Context window costs memory too
The weights aren't the only thing in memory. Every token you feed the model occupies space in the context window: the cache grows with how much text you load. A long document pasted in whole can cost as much extra memory as a slice of the model itself. This is the quiet reason "just dump everything in" scales badly: longer context means more RAM and slower responses.
The cheaper move is to retrieve only the relevant parts and hand the model those. Smaller context, less memory, faster answers. And, as it happens, often better answers, since a model handed the right paragraph beats one drowning in a hundred wrong ones.
What to actually buy for document Q&A
The sweet spot for document Q&A is a quantized ~27–32B model on a 32 GB Mac or a 24 GB GPU. That gives you a genuinely capable model with room for a healthy context window, on a single machine you can buy without a second mortgage. If your documents are straightforward, a ~8–14B model on a 16 GB machine is plenty. Size stopped being the bottleneck for grounded retrieval a while ago; retrieval quality matters more. For which model to load onto that hardware, see which open model for your documents; for the runtimes that serve it, running AI locally in 2026.
If you'd rather not host a model at all, BYOK is the other door: point the tool at your own API key (your provider, your region, your bill) and skip the local hardware question entirely.
The hardware you don't need
Here's the part that changes the budget. Classic RAG needs a vector database, and usually an embedding server to populate it: infrastructure you stand up, host, keep in sync, and re-embed every time a document changes. That's real hardware and real ops.

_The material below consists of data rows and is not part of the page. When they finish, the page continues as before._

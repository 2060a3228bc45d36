"""The verdict on a budget, decided once: every view (terminal, JSON, report, plots) shows these words.

Two comparisons, each a ratio with a symmetric band of :data:`BAND` around 1 (a ratio within
1/1.2 … 1.2 counts as "about the same", common practice, no source):

- actual ÷ naive (the *amplification*): above the band, coherent errors build up in amplitude
  and the fidelity product underestimates the loss; below it, errors partly cancel; inside it, the
  product is a fair guide.
- actual ÷ Pauli-twirled, when the twirled variant is known: randomised compiling turns
  coherent errors into stochastic ones that add in probability (Wallman & Emerson, Phys. Rev. A 94,
  052325 (2016)). Above the band the circuit's structure *hurts* (compiling randomly would lose
  less), below it the structure *helps* (it echoes coherent errors away better than twirling),
  inside it the structure is *neutral*. So "the structure echoes errors away" is said only when the
  circuit as compiled beats its twirled variant, never merely because it beats the naive product.

No verdict is drawn from a value beyond its engine's range (:attr:`EngineResult.beyond_range`), and
no ratio from numbers at rounding level (:mod:`budget.analysis.ratios`).

    >>> classify(0.01, 0.0121).kind, classify(0.01, 0.0121).words
    ('build-up', 'coherent build-up: the circuit loses 1.21x what the fidelity product predicts')
    >>> classify(0.01, 0.005, twirled=0.004).structure
    'neutral'
"""

from __future__ import annotations

from dataclasses import dataclass
from typing import Any

from budget.analysis.ratios import Ratio, at_rounding_level, safe_ratio

BAND = 1.2
"""Ratios within [1/BAND, BAND] count as about the same."""

KINDS = ("beyond-range", "no-error", "build-up", "fair", "cancellation")
STRUCTURE = ("hurts", "helps", "neutral")


@dataclass(frozen=True)
class Verdict:
    """What a budget says, in one sentence and its parts.

    Attributes:
        kind: one of :data:`KINDS`.
        words: the sentence every view shows.
        tone: ``"bad"``, ``"good"`` or ``""`` (for colours and tiles).
        amplification: actual ÷ naive (or why it is no ratio).
        structure: ``"hurts"``, ``"helps"``, ``"neutral"`` against the twirled variant, or None.
        versus_twirled: actual ÷ twirled (or why it is no ratio).
    """

    kind: str
    words: str
    tone: str
    amplification: Ratio
    structure: str | None = None
    versus_twirled: Ratio = Ratio(None)

    def to_dict(self) -> dict[str, Any]:
        return {
            "kind": self.kind,
            "words": self.words,
            "structure": self.structure,
            "actual_over_naive": self.amplification.value,
            "actual_over_twirled": self.versus_twirled.value,
        }


def _band(r: Ratio) -> int | None:
    """+1 above the band, -1 below it, 0 inside, None when there is no ratio."""
    if r.value is None:
        return None
    return 1 if r.value > BAND else -1 if r.value < 1 / BAND else 0


def _structure(accumulated: float, twirled: float | None) -> tuple[str | None, Ratio, str]:
    r = safe_ratio(accumulated, twirled)
    side = _band(r)
    if side is None:
        return None, r, ""
    if side > 0:
        return "hurts", r, (f"; the structure hurts: the Pauli-twirled variant loses {r.value:.3g}x less, so "
                            "randomised compiling would help")
    if side < 0:
        less = "far less" if r.value == 0 else f"{1 / r.value:.3g}x less"
        return "helps", r, f"; the structure helps: it echoes errors away, losing {less} than the Pauli-twirled variant"
    return "neutral", r, f"; the structure is neutral: the Pauli-twirled variant loses about as much ({r.shown()})"


def classify(naive: float, accumulated: float | None, *, twirled: float | None = None,
             beyond_range: str | None = None) -> Verdict:
    """The verdict for a naive product, an accumulated value and (optionally) the twirled variant.

    Args:
        naive: the fidelity-product infidelity.
        accumulated: the engine's value (None when unknown).
        twirled: the Pauli-twirled variant's value, when computed.
        beyond_range: the engine's reason when its value is beyond its range (then no verdict).
    """
    if beyond_range is not None or accumulated is None:
        why = beyond_range or "no accumulated value"
        return Verdict("beyond-range", f"no verdict: the error is beyond the first-order range ({why})", "bad",
                       Ratio(None, "no ratio beyond range"))
    amp = safe_ratio(accumulated, naive)
    if at_rounding_level(naive) and at_rounding_level(accumulated):
        return Verdict("no-error", "no error above rounding level: nothing accumulates", "", amp)
    structure, tw, clause = _structure(accumulated, twirled)
    side = _band(amp)
    if side is None:  # the naive product is at rounding level, the accumulated value is not
        words = "coherent build-up: the circuit loses more than rounding while the fidelity product predicts no loss"
        return Verdict("build-up", words + clause, "bad", amp, structure, tw)
    if side > 0:
        words = f"coherent build-up: the circuit loses {amp.shown()} what the fidelity product predicts"
        return Verdict("build-up", words + clause, "bad", amp, structure, tw)
    if side < 0:
        words = f"cancellation: the circuit loses only {amp.shown()} what the fidelity product predicts"
        return Verdict("cancellation", words + clause, "bad" if structure == "hurts" else "good", amp, structure, tw)
    words = f"the fidelity product is a fair guide here ({amp.shown()})"
    return Verdict("fair", words + clause, "bad" if structure == "hurts" else "", amp, structure, tw)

pdf2okf uses none of it. It greps OKF-compatible markdown directly, so there's no index to host and nothing to re-embed. The structure lives in the OKFZ bundle, not in a database. That removes a whole tier of the stack: you size for the model and nothing else. Run it fully on-device, where no page ever leaves the machine, or through your own key. Either way, the only hardware question left is the simple one this article answers. (OKF is Google's open standard; pdf2okf is compatible with it, and did not invent it.)